Using the MRC algorithm, the source information can be estimated by

$$\tilde{\mathbf{s}}={\mathbf{H}}^{+}({\theta }_1,{\theta }_2)\mathbf{z}$$

(35)

Eve’s received signal is given by y, which can be also be decomposed to $\tilde{y}$ as

$$\begin{array}{cc}\hfill \mathbf{y}& =\mathbf{X}\mathbf{g}+\mathbf{e}\hfill \\ \hfill \tilde{\mathbf{y}}& ={\mathbf{G}}^{+}({\theta }_1,{\theta }_2)s+\tilde{\mathbf{e}}\hfill \end{array}$$

(36)

where ${\mathbf{H}}^{+}$ and ${\mathbf{G}}^{+}$ are the pseudo-inverse of $\mathbf{H}$ and $\mathbf{G}$, respectively. The transmitter manipulates the transmitted symbols by generating and applying the maximum number of phase rotations so that the eavesdropper is completely denied access to the source information. The strength of this technique is that improved security is achieved without the knowledge of the CSI, unlike in the preceding security schemes which assumes that the CSI is available. However, it was shown in [88] that the security of the transmitted signal is compromised if the eavesdropper can obtain one of the space angles and is in close proximity to Bob. To avoid this, the authors proposed a technique that was able to achieve zero diversity for the eavesdropper even under enhanced receive diversity. This was achieved through signal and space rotations.

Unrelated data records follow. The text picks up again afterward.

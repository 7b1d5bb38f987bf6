import { AgreementError } from './errors';
import type { Vote } from './table';
import { parseDelimitedText, TabularParseError } from '@/lib/exports/tabular';

export type RatingsFileFormat = 'csv' | 'tsv';

/** Rows of a CSV (RFC 4180) or TSV text; a malformed CSV is the ratings file's bad input. */
export function parseDelimited(text: string, format: RatingsFileFormat): string[][] {
  try {
    return parseDelimitedText(text, format);
  } catch (e) {
    if (e instanceof TabularParseError) throw new AgreementError('bad_input', e.message);
    throw e;
  }
}

/** CSV or TSV from the file name (.csv / .tsv / .tab), else from the header line (a tab means TSV). */
export function detectFormat(fileName: string, text: string): RatingsFileFormat {
  const lower = fileName.toLowerCase();
  if (lower.endsWith('.tsv') || lower.endsWith('.tab')) return 'tsv';
  if (lower.endsWith('.csv')) return 'csv';
  const first = text.split(/\r?\n/, 1)[0] ?? '';
  return first.includes('\t') ? 'tsv' : 'csv';
}

/**
 * Long-format ratings (columns item, rater, label; header names case-insensitive, any order,
 * other columns ignored) → votes and the labels in order of first appearance. An empty label is a
 * missing vote; so is an absent row.
 */
export function parseRatingsText(text: string, format: RatingsFileFormat): { votes: Vote[]; labels: string[] } {
  const rows = parseDelimited(text, format);
  if (rows.length === 0) throw new AgreementError('bad_input', 'the file is empty');
  const head = rows[0].map((h) => h.trim().toLowerCase());
  const col = (name: string) => {
    const j = head.indexOf(name);
    if (j < 0) throw new AgreementError('bad_input', `missing column "${name}" (header has: ${head.join(', ')})`);
    return j;
  };
  const ji = col('item');
  const jr = col('rater');
  const jl = col('label');
  const votes: Vote[] = [];
  const labels: string[] = [];
  for (let t = 1; t < rows.length; t++) {
    const r = rows[t];
    const item = (r[ji] ?? '').trim();
    const rater = (r[jr] ?? '').trim();
    const label = (r[jl] ?? '').trim();
    if (!item || !rater) throw new AgreementError('bad_input', `line ${t + 1}: item and rater must not be empty`);
    if (label && !labels.includes(label)) labels.push(label);
    votes.push({ item, rater, label: label || null });
  }
  return { votes, labels };
}
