async function main() {
  const dist = process.env.QUORUM_NEXT_DIST || '.next';
  if (!existsSync(path.join(root, dist, 'BUILD_ID'))) {
    console.error(`load: no production build in ${dist}/ — run \`npx next build\` first`);
    process.exit(2);
  }
  // LOAD_PROFILE_DIR: the server writes a V8 CPU profile there when it exits (open it in Chrome's DevTools)
  const profileFlags = process.env.LOAD_PROFILE_DIR ? ['--cpu-prof', `--cpu-prof-dir=${path.resolve(process.env.LOAD_PROFILE_DIR)}`] : [];
  const uploads = await mkdtemp(path.join(os.tmpdir(), 'quorum-load-'));
  try {
    log(`preparing ${DB_NAME}: ${RATERS} raters, ${RATERS / RATERS_PER_RUN} ready runs, 6 queued decompositions`);
    const raters = await prepare(uploads);
    const env = {
      QUORUM_DB_NAME: DB_NAME,
      QUORUM_UPLOADS_DIR: uploads,
      NEXTAUTH_SECRET: 'load-test-secret-'.padEnd(48, 'x'),
      NEXTAUTH_URL: BASE,
    };
    start(
      ['scripts/serve.ts'],
      { ...env, QUORUM_HOST: '127.0.0.1', PORT: String(PORT), QUORUM_SKIP_MIGRATE: '1', QUORUM_TRUST_PROXY: '1' },
      'server',
      { flags: profileFlags },
    );
    await waitForHealth();
    for (const [i, r] of raters.entries()) await signIn(r, i);
    log(`${raters.length} raters signed in; starting two workers`);
    // the workers run as a facility runs them, as their own service (own session): they lower their
    // priority, and their session group's (lib/worker/cpu-priority.ts)
    for (const w of ['load-w1', 'load-w2'])
      start(['scripts/worker.ts'], { ...env, QUORUM_WORKER_ID: w, QUORUM_DECOMPOSE_THREADS: '1' }, w, { ownSession: true });

    // warm-up (not measured): every rater opens their desk's votes and votes once, as on arrival
    const warm: Ack[] = [];
    for (const rater of raters) {
      await fetch(`${BASE}/api/runs/${rater.runId}/votes`, { headers: { cookie: rater.cookie } });
      const componentId = rater.components[rater.next++];
      const res = await fetch(`${BASE}/api/runs/${rater.runId}/votes/${componentId}`, {
        method: 'PUT',
        headers: { cookie: rater.cookie, 'content-type': 'application/json', origin: BASE },
        body: JSON.stringify({ label: 'signal', baseVersion: 0 }),
      });
      if (!res.ok) continue;
      const version = ((await res.json()) as { vote: { version: number } }).vote.version;
      versions.set(`${rater.id}:${componentId}`, version);
      warm.push({ raterId: rater.id, componentId, version, label: 'signal' });
    }

    // realistic pace: 50 raters acting independently, one vote each per 2–5 s, and their desks' reads
    const acks: Ack[] = [...warm];
    const votes: Sample[] = [];
    const reads: Sample[] = [];
    log(`  decompositions when the phase started: ${await decompositionStates()}`);
    log(
      `realistic phase: ${SECONDS} s, ${RATERS} raters each voting after a 2–5 s pause (≈ ${(RATERS / MEAN_VOTE_GAP_S).toFixed(0)} votes/s), their desks reading after ~1 vote in 4, while two workers decompose`,
    );
    const random = createRng(20261202, 'hashed').next;
    const until = Date.now() + SECONDS * 1000;
    await Promise.all(raters.map((r) => raterAtPace(r, until, acks, votes, reads, random)));
    const v = summarise(votes, SECONDS);
    const r = summarise(reads, SECONDS);
    log(`  decompositions when the phase ended: ${await decompositionStates()}`);
    log(
      `  votes: ${v.count} (${v.rate.toFixed(1)}/s)  p50 ${v.p50.toFixed(1)} ms  p95 ${v.p95.toFixed(1)} ms  p99 ${v.p99.toFixed(1)} ms  errors ${v.errors}`,
    );
    log(
      `  reads: ${r.count} (${r.rate.toFixed(1)}/s)  p50 ${r.p50.toFixed(1)} ms  p95 ${r.p95.toFixed(1)} ms  p99 ${r.p99.toFixed(1)} ms  errors ${r.errors}`,
    );

    // ramp: votes only, 50 connections, rising rates
    log('ramp (votes, 50 connections):');
    let limit = 0;
    for (const rate of RATES) {
      const samples: Sample[] = [];
      await voteLoad(raters, { rate, seconds: STEP_SECONDS, connections: RATERS }, acks, samples);
      const s = summarise(samples, STEP_SECONDS);
      log(
        `  asked ${rate}/s → ${s.rate.toFixed(1)}/s  p50 ${s.p50.toFixed(1)} ms  p95 ${s.p95.toFixed(1)} ms  p99 ${s.p99.toFixed(1)} ms  errors ${s.errors}`,
      );
      limit = Math.max(limit, s.rate);
      if (s.rate < 0.9 * rate || s.errors > 0 || s.p95 > 1000) break;
    }
    log(`  throughput limit ≈ ${limit.toFixed(0)} votes/s on this machine`);

    const { checked, lost } = await checkAcknowledged(acks);
    log(`acknowledged votes: ${acks.length} (${checked} rater × component pairs checked), lost: ${lost.length}`);
    for (const l of lost.slice(0, 10)) log(`  LOST ${l}`);
    log(`decompositions during the test: ${await decompositionStates()}`);
    log(
      `os: ${os.cpus().length} cores, load average ${os
        .loadavg()
        .map((x) => x.toFixed(2))
        .join(' ')} (the machine may be shared)`,
    );
    const ok = v.p95 <= 100 && v.errors === 0 && r.errors === 0 && lost.length === 0;
    log(ok ? 'target met: vote p95 ≤ 100 ms, 0 errors, 0 lost' : 'TARGET MISSED (vote p95 ≤ 100 ms, 0 errors, 0 lost)');
    process.exitCode = ok ? 0 : 1;
  } finally {
    for (const c of children) c.kill('SIGTERM');
    await Promise.all(
      children.map((c) => (c.exitCode !== null || c.signalCode ? Promise.resolve() : new Promise((r) => c.once('exit', r)))),
    );
    await rm(uploads, { recursive: true, force: true });
  }
}

main().catch((err) => {
  console.error('load:', err instanceof Error ? err.message : err);
  for (const c of children) c.kill('SIGTERM');
  process.exit(1);
});
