// Compiles the WebAssembly SIMD kernels (lib/decomposition/wasm/kernels.as.ts, AssemblyScript) to
// lib/decomposition/wasm/kernels.wasm with the `assemblyscript` npm package (nothing downloaded).
// `npm run build:kernels` runs it; the .wasm is committed, and tests/unit/wasm-kernels.test.ts fails
// when it differs from a fresh build of the source. `--check` only compares (exit 1 when stale).
import asc from 'assemblyscript/asc';
import { readFileSync, writeFileSync } from 'node:fs';
import path from 'node:path';
import { fileURLToPath } from 'node:url';

const root = path.resolve(path.dirname(fileURLToPath(import.meta.url)), '..');
const source = 'lib/decomposition/wasm/kernels.as.ts';
const target = path.join(root, 'lib/decomposition/wasm/kernels.wasm');

/** Compiles the kernels' source; returns the .wasm bytes. */
export async function compileKernels() {
  let binary = null;
  const stderr = [];
  const { error } = await asc.main(
    [
      source,
      '--outFile',
      'kernels.wasm',
      '-O3',
      '--noAssert',
      '--runtime',
      'stub',
      '--enable',
      'simd,relaxed-simd',
      '--initialMemory',
      '2',
    ],
    {
      readFile: (name, baseDir) => {
        try {
          return readFileSync(path.resolve(root, baseDir, name), 'utf8');
        } catch {
          return null;
        }
      },
      writeFile: (name, contents) => {
        if (name.endsWith('.wasm')) binary = contents;
      },
      listFiles: () => [],
      stdout: { write: () => {} },
      stderr: { write: (s) => stderr.push(String(s)) },
    },
  );
  if (error || !binary) throw new Error(`AssemblyScript compile of ${source} failed: ${error?.message ?? ''}\n${stderr.join('')}`);
  return Buffer.from(binary);
}

if (process.argv[1] && path.resolve(process.argv[1]) === fileURLToPath(import.meta.url)) {
  const fresh = await compileKernels();
  let current = null;
  try {
    current = readFileSync(target);
  } catch {
    /* missing */
  }
  const same = current !== null && Buffer.compare(current, fresh) === 0;
  if (process.argv.includes('--check')) {
    if (!same) {
      console.error(`${path.relative(root, target)} is out of date with ${source}; run npm run build:kernels and commit it.`);
      process.exit(1);
    }
    console.log(`${path.relative(root, target)} is up to date.`);
  } else if (same) {
    console.log(`${path.relative(root, target)} is up to date (${fresh.length} bytes).`);
  } else {
    writeFileSync(target, fresh);
    console.log(`wrote ${path.relative(root, target)} (${fresh.length} bytes)`);
  }
}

In Figure 16a we demonstrate the BER performance of the beamforming and AN schemes. The figure illustrates that the eavesdropper’s channel has the worst bit error rate because it is corrupted by the AN signal; it is followed by a single-input single-output (SISO) system, which does not receive diversity from beamforming. Lastly, the $1\times 2$ single-input multiple-output (SIMO) and $2\times 1$ multiple-input single-output (MISO) systems receive the signal with better BER because of beamforming. The achievable secrecy rates of different precoding schemes are shown in Figure 16b. In particular, in a MIMO scheme, six transmit antennas, the intended receiver, and eavesdropper are each equipped with two receive antennas. In the figure we have the same MIMO configurations for no beamforming and use of beamforming. Lastly, we introduce an AN signal. The figure confirms that the use of AN indeed improved the secrecy rate of the communication network compared to beamforming only or no beamforming used.

4. Challenges and Promising PLS Solutions

4.1. Challenges and Limitations in PLS

The individual PLS techniques discussed above have their own different pros and cons. The major challenge is the ability to implement an optimal secure transmit precoding algorithm that can maximize the achievable secrecy rates without any counter cost. We outline some of the notable challenges in detail, and show how they are addressed, in the subsequent section.

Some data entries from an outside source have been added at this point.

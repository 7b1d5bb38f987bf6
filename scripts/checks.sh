#!/usr/bin/env bash
# npm run checks: the static checks that run before the tests (type-check, lint, the dependency
# rule, dead exports, formatting). Prints each one's verdict; writes .data/test-results/checks.json
# ({ "typecheck": "passed", ... }) for scripts/lib/test-summary.mjs, which counts each as one
# passed or failed check. Exit code 1 if any failed.
set -uo pipefail
cd "$(dirname "$0")/.."
mkdir -p .data/test-results
out=.data/test-results/checks.json
status=0
results=()

check() {
  local name=$1 what=$2
  shift 2
  echo "== $name: $what =="
  if "$@"; then
    echo "$name: passed"
    results+=("\"$name\": \"passed\"")
  else
    echo "$name: FAILED ($*)"
    results+=("\"$name\": \"failed\"")
    status=1
  fi
}

check typecheck 'tsc --noEmit over the whole tree' npx tsc --noEmit
check lint 'ESLint (Next core web vitals, react-hooks, TypeScript)' npx eslint --max-warnings 0 .
check deps 'dependency rule (app → lib/<domain> → lib/db/queries → knex)' npx depcruise app components lib db scripts --ignore-known
check knip 'dead exports and unused dependencies' npx knip --no-progress
check format 'Prettier (.prettierrc.json, width 140; npm run format fixes it)' npx prettier --check --log-level warn .

(IFS=,; echo "{${results[*]}}") > "$out"
exit $status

One problem prevalent in PLS techniques, specifically beamforming, is the leakage of transmitted signals into the eavesdropper’s subspace. In beamforming, the transmitted signal is steered in the desired direction to the legitimate receiver. The transmit power is highly concentrated in the main lobe beam, but some of the power is lost in the minor side lobes. This leakage makes it possible for eavesdroppers who are in the vicinity to decode the transmitted signal since the finite number of transmit antennas could only provide a limited amount of spatial directivity [52]. It has also been shown that transmit beamforming focuses only on enhancing the quality of the main channel [89]. Beamforming does not take into consideration the possibility that the eavesdropper can have a favorable channel when compared to the main channel. Therefore, it can be concluded that even though the design of an optimal beamforming vector for the intended receiver is fairly easy, it is cumbersome and computationally expensive to come up with a perfect balance between getting rid of signal leakage and obtaining the optimal signal power.

It has been shown in Section 3.3 that AN precoding offers provable security in the physical layer. However, this comes at an additional cost of extra energy requirement. The approach relies on the generation of AN signals. A fraction of the power used for transmission of information signal power is used to generate the AN signal. This consumes the transmission power which could have been used to improve the channel capacity and receiver’s SNR. Therefore, there is a trade-off between capacity and secrecy rate capacity by means of the transmit power available. On the other hand, there is also a higher power consumption in both convex optimization and zero-forcing, owing to the computational requirements.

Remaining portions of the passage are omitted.